# TASK ITEM
Return every line from the records below that has the word "JSON".

# DATA FOR THE TASK
=== Section Start ===
//! Reading matrices from what people paste.
//!
//! The shape decides, not statistics of separators: every combination of decimal
//! mark and delimiter is tried, and those stay in which every token is a number and
//! the numbers make 4×4 matrices.

mod assembly;
mod export;
mod file;
mod literal;
mod notation;
mod npy;
mod number;
mod recipe;
mod source;
mod table;

pub use export::{Column, Content, Entry, NamedMatrix, NamedTable, OutputForm, export_text};
pub use file::{decode, parse_file};
pub use number::{DecimalMark, NumberProblem, PrintedNumber, parse_number};
pub use recipe::python_recipe;

use std::cmp::Reverse;

use assembly::Assembly;
use source::Source;

use crate::error::{Error, Note, Result, Severity};

/// What a person may settle about a text.
#[derive(Debug, Clone, Copy, PartialEq, Eq, Default)]
pub struct ReadOptions {
    /// `None`: found out.
    pub decimal: Option<DecimalMark>,
    /// `None`: found out. Means nothing in bracketed forms.
    pub delimiter: Option<Delimiter>,
    /// `None`: found out. Means something in saved arrays alone.
    pub stacking: Option<Stacking>,
}

/// More numbers are refused: ten thousand matrices are a twelfth.
const MOST_NUMBERS: usize = 2_000_000;

/// Which axes of a saved array count the matrices.
#[derive(Debug, Clone, Copy, PartialEq, Eq)]
pub enum Stacking {
    /// The first: (N, 4, 4), (N, 16).
    First,
    /// The last: (4, 4, N), (16, N).
    Last,
}

/// What stands between the numbers of a row.
#[derive(Debug, Clone, Copy, PartialEq, Eq)]
pub enum Delimiter {
    /// One tab.
    Tab,
    /// One semicolon.
    Semicolon,
    /// One comma; with decimal commas, one that is followed by a space.
    Comma,
    /// Any white space.
    Space,
}

/// How a text is laid out.
#[derive(Debug, Clone, Copy, PartialEq, Eq)]
pub enum Form {
    /// Lines of numbers.
    Table,
    /// Nested brackets: Python, NumPy, JSON.
    Brackets,
    /// Brackets with rows that end at semicolons.
    BracketsWithSemicolons,
    /// An array that a program saved.
    Binary,
}

/// One matrix of a text.
#[derive(Debug, Clone, PartialEq)]
pub struct MatrixRead {
    /// Sixteen numbers in the order of the text.
    pub mueller: [f64; 16],
    /// The uncertainties printed with them.
    pub sigma: Option<[f64; 16]>,
    /// Where in a series it belongs: a column before the sixteen, or a title such as
    /// `450 nm`.
    pub coordinate: Option<f64>,
    /// From a comment, a name or a row label beside it.
    pub label: Option<String>,
    /// Where it begins, counted from one.
    pub line: usize,
    /// The printed resolution is `10^-decimals`; `None` where that says nothing.
    pub decimals: Option<u32>,
}

/// How a text was understood.
#[derive(Debug, Clone, Copy, PartialEq, Eq)]
pub struct ReadingDescription {
    /// The layout.
    pub form: Form,
    /// The decimal mark.
    pub decimal: DecimalMark,
    /// Whether marks that group thousands were dropped.
    pub grouped: bool,
    /// `None` in bracketed forms.
    pub delimiter: Option<Delimiter>,
    /// Lines of text before the first numbers.
    pub header_row_count: usize,
    /// `None` but in saved arrays.
    pub stacking: Option<Stacking>,
}

/// A second reading that gives other numbers.
#[derive(Debug, Clone, PartialEq)]
pub struct Alternative {
    /// How.
    pub reading: ReadingDescription,
    /// What.
    pub matrices: Vec<MatrixRead>,
}

/// What a text holds.
#[derive(Debug, Clone, PartialEq)]
pub struct MatricesRead {
    /// At least one.
    pub matrices: Vec<MatrixRead>,
    /// How they were understood.
    pub reading: ReadingDescription,
    /// Other readings with other numbers: then the person must choose.
    pub alternatives: Vec<Alternative>,
    /// What was refused, and what is worth knowing.
    pub notes: Vec<Note>,
}

/// Reads every 4×4 matrix of a text: tables with any delimiter and decimal mark,
/// nested lists, NumPy prints, bracketed rows with semicolons, JSON arrays and objects
/// with arrays in them, TeX matrices, prints in blocks of columns or with a common
/// factor; 4×4, 1×16, n×16, n×17 with a coordinate first, n×4 and columns of sixteen;
/// numbers with their uncertainty.
///
/// # Errors
/// Where no matrix can be read: the reason, with line and character. Where some
/// can, the others are refusals among the notes.
pub fn parse_matrices(text: &str, options: &ReadOptions) -> Result<MatricesRead> {
    let source = Source::new(text)?;
    source.refuse_elided()?;
    let bracketed = source.is_bracketed();
    let mut choice = Choice::default();
    if bracketed {
        choice.take(literal::attempts(&source, options));
    }
    // Brackets without a matrix may be part of a title.
    if !choice.has_matrices() {
        let mut tables = Choice::default();
        tables.take(table::attempts(&source, options));
        if !bracketed {
            tables.take(literal::bare_attempts(&source, options));
        }
        if !bracketed || tables.is_clean() {
            choice = tables;
        }
    }
    choice.into_result()
}

/// One way to read a text, and how far it got.
struct Attempt {
    reading: ReadingDescription,
    assembly: Assembly,
}

impl Attempt {
    fn is_clean(&self) -> bool {
        self.assembly.refusals.is_empty() && !self.assembly.matrices.is_empty()
    }

    /// The smaller the better: first those without a complaint, then those that got
    /// farthest.
    fn rank(&self) -> (bool, Reverse<usize>, Reverse<usize>, usize) {
        let assembly = &self.assembly;
        (
            !self.is_clean(),
            Reverse(assembly.matrices.len()),
            Reverse(assembly.numbers),
            assembly.refusals.len() + assembly.surplus,
        )
    }
}

/// The best attempt so far, and those without a complaint that differ from it.
#[derive(Default)]
struct Choice {
    best: Option<Attempt>,
    others: Vec<Attempt>,
}

impl Choice {
    /// Between equals the order of trying decides.
    fn take(&mut self, attempts: impl Iterator<Item = Attempt>) {
        for attempt in attempts {
            let differs = |other: &Attempt| {
                !same_numbers(&attempt.assembly.matrices, &other.assembly.matrices)
            };
            match &self.best {
                None => self.best = Some(attempt),
                Some(best) if best.is_clean() && attempt.is_clean() => {
                    if differs(best) && self.others.iter().all(differs) {
                        self.others.push(attempt);
                    }
                }
                Some(best) if attempt.rank() < best.rank() => self.best = Some(attempt),
                Some(_) => {}
            }
        }
    }

    fn has_matrices(&self) -> bool {
        self.best
            .as_ref()
            .is_some_and(|best| !best.assembly.matrices.is_empty())
    }

    fn is_clean(&self) -> bool {
        self.best.as_ref().is_some_and(Attempt::is_clean)
    }

    fn into_result(self) -> Result<MatricesRead> {
        let no_numbers = || Error::new("no-numbers", "There are no numbers in this text.");
        let Some(Attempt {
            reading,
            mut assembly,
        }) = self.best
        else {
            return Err(no_numbers());
        };
        let matrices = std::mem::take(&mut assembly.matrices);
        if matrices.is_empty() {
            return Err(assembly
                .refusals
                .into_iter()
                .next()
                .unwrap_or_else(no_numbers));
        }
        let alternatives: Vec<Alternative> = self
            .others
            .into_iter()
            .map(|other| Alternative {
                reading: other.reading,
                matrices: other.assembly.matrices,
            })
            .collect();
        let mut notes = assembly.into_notes();
        if !alternatives.is_empty() {
            notes.insert(0, ambiguous());
        }
        Ok(MatricesRead {
            matrices,
            reading,
            alternatives,
            notes,
        })
    }
}

fn ambiguous() -> Note {
    Note {
        severity: Severity::Warning,
        code: "ambiguous-reading",
        message: "These numbers can be read in more than one way; choose the right one.".to_owned(),
        at: None,
    }
}

fn same_numbers(a: &[MatrixRead], b: &[MatrixRead]) -> bool {
    a.len() == b.len()
        && a.iter()
            .zip(b)
            .all(|(a, b)| a.mueller == b.mueller && a.sigma == b.sigma)
}
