/**
 * @typedef {import("../types.js").Shown} Shown
 * @typedef {import("../types.js").Examination} Examination
 * @typedef {import("../types.js").Figure} Figure
 * @typedef {import("../types.js").Polar} Polar
 *
 * @typedef {object} PropertiesActions
 * @property {(view: Partial<import("../types.js").View>) => void} view
 * @property {(message: string) => void} tell
 * @property {(error: unknown) => void} failed
 * @property {import("../types.js").FormatValue} format
 */

/** Named views of the sphere: azimuth and elevation of what faces the reader. @type {[string, number, number][]} */
const VIEWS = [
  ["Oblique", 30, 20],
  ["S1 in front", 0, 0],
  ["S2 in front", 90, 0],
  ["S3 on top", 0, 90],
];

/** Reasons that hold for the whole table are said once, above it. */
const GENERAL = [/^no noise was stated/, /^no draws were asked/, /^a first-order standard error/];
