/** @param {Request["noise"]} noise */
function randomPart(noise) {
  if (noise.kind === "uniform") return `Noise of σ = ${significant(noise.sigma, 3)}`;
  if (noise.kind === "rounding") return `Rounding to ${decimalsText(noise.decimals)}`;
  if (noise.kind === "relative") return `Noise of ${significant(100 * noise.fraction, 3)} % of ${elementName(0, 0)}`;
  if (noise.kind === "replicates") return `The scatter of the ${noise.matrices.length} repeats`;
  return "The stated noise";
}

/** @param {number | null} decimals */
function decimalsText(decimals) {
  if (decimals === null || decimals === undefined) return "the printed digits";
  if (decimals === 0) return "whole numbers";
  return decimals === 1 ? "1 decimal" : `${decimals} decimals`;
}

/** @param {import("./types.js").Realizability} realizability */
function smallest({ eigenvalues, eigenvalueSe }) {
  const last = (eigenvalues?.length ?? 1) - 1;
  return { value: eigenvalues?.[last] ?? 0, se: eigenvalueSe?.[last] ?? null };
}

/**
 * @param {number} value
 * @param {number | null} se
 * @param {FormatValue} format
 */
export function eigenvalueText(value, se, format) {
  if (se !== null && se > 0) return format({ value, se }).text;
  if (Math.abs(value) < 1e-12) return "0";
  return significant(value, Math.abs(value) >= 0.1 ? 4 : 3);
}

/**
 * A figure as text: with its uncertainty where it has one.
 * @param {Figure | undefined | null} figure
 * @param {FormatValue} format
 * @returns {string | null} null where it is not determined
 */
export function figureText(figure, format) {
  if (!figure || figure.value === null || figure.value === undefined) return null;
  if (figure.se !== null && figure.se !== undefined && figure.se > 0) return format({ value: figure.value, se: figure.se }).text;
  const size = Math.abs(figure.value);
  return fixed(figure.value, size >= 10 ? 3 : size >= 1000 ? 1 : 4);
}

/**
 * The interval of 95 % of a figure, to the digits that it bears.
 * @param {Figure} figure
 * @returns {string} empty where there is none
 */
export function intervalText({ se, low, high }) {
  if (low === null && high === null) return "";
  const size = se ?? Math.abs((high ?? 0) - (low ?? 0)) / 4;
  const digits = size > 0 ? Math.min(15, Math.max(0, 1 - Math.floor(Math.log10(size)))) : 4;
  const written = (/** @type {number} */ value) => withMinus(value.toFixed(digits).replace(/^-(0\.?0*)$/, "$1"));
  if (low === null) return `95 % below ${written(high ?? 0)}`;
  if (high === null) return `95 % above ${written(low)}`;
  return `95 %: ${written(low)} … ${written(high)}`;
}

/**
 * What a noise can show.
 * @param {import("../halfshade.js").Detectable} found
 */
export function detectionText({ alpha, alphaSe, diattenuation, mirrorMargin }) {
  const mirror = mirrorMargin >= 3 ? `A retarder with one side counted the other way round stands out by ${significant(mirrorMargin)} standard errors.` : "A side counted the other way round would hide in it.";
  return `Isotropic depolarization from α = ${significant(alpha)} on (its standard error is ${significant(alphaSe)}); diattenuation and polarizance from ${significant(diattenuation)} on. ${mirror} All relative to ${elementName(0, 0)}.`;
}
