/// `450 nm` and `12.5` say where in a series a matrix belongs.
fn coordinate(label: &str) -> Option<f64> {
    let end = label
        .find(|c: char| !(c.is_ascii_digit() || matches!(c, '.' | '-' | '+')))
        .unwrap_or(label.len());
    let (number, unit) = label.split_at(end);
    let plain_unit = unit.chars().count() <= 8 && !unit.contains(|c: char| c.is_ascii_digit());
    number.parse().ok().filter(|_| plain_unit)
}

/// Sixteen numbers, or sixteens, that a printer broke where its line was full: all
/// lines but the last are as long, and too long for a row of a matrix.
fn is_wrapped(rows: &[Row]) -> bool {
    let [first, middle @ .., last] = rows else {
        return false;
    };
    let width = first.width();
    let total = width + middle.iter().map(Row::width).sum::<usize>() + last.width();
    width > 4
        && width != 16
        && middle.iter().all(|row| row.width() == width)
        && last.width() <= width
        && total.is_multiple_of(16)
        && (total == 16 || last.width() < width)
}

/// The complaint, with the matrix, row and column that it is about.
fn named(mut error: Error, place: &str) -> Error {
    error.message = format!("{place}: {}", error.message);
    error
}

/// Plain decimals may have lost their trailing zeros, so the finest counts; numbers
/// with exponents say how fine each is, so the coarsest counts. Whole numbers beside
/// decimals say nothing, nor do zero and one alone.
fn resolution(numbers: &[Placed; 16]) -> Option<u32> {
    let printed = || numbers.iter().map(|placed| placed.number);
    let plain = printed()
        .filter(|number| !number.has_exponent && number.decimals > 0)
        .map(|number| number.decimals)
        .max();
    let scientific = printed()
        .filter(|number| number.has_exponent && number.value != 0.0)
        .map(|number| number.decimals)
        .min();
    let decimals = match (plain, scientific) {
        (Some(plain), Some(scientific)) => plain.min(scientific),
        (Some(one), None) | (None, Some(one)) => one,
        (None, None) if printed().all(|number| number.value.abs() <= 1.0) => return None,
        (None, None) => 0,
    };
    u32::try_from(decimals)
        .ok()
        .filter(|&decimals| decimals <= 15)
}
=== Section End ===
# FINISHED TASK
    /// Nested brackets: Python, NumPy, JSON.
/// nested lists, NumPy prints, bracketed rows with semicolons, JSON arrays and objects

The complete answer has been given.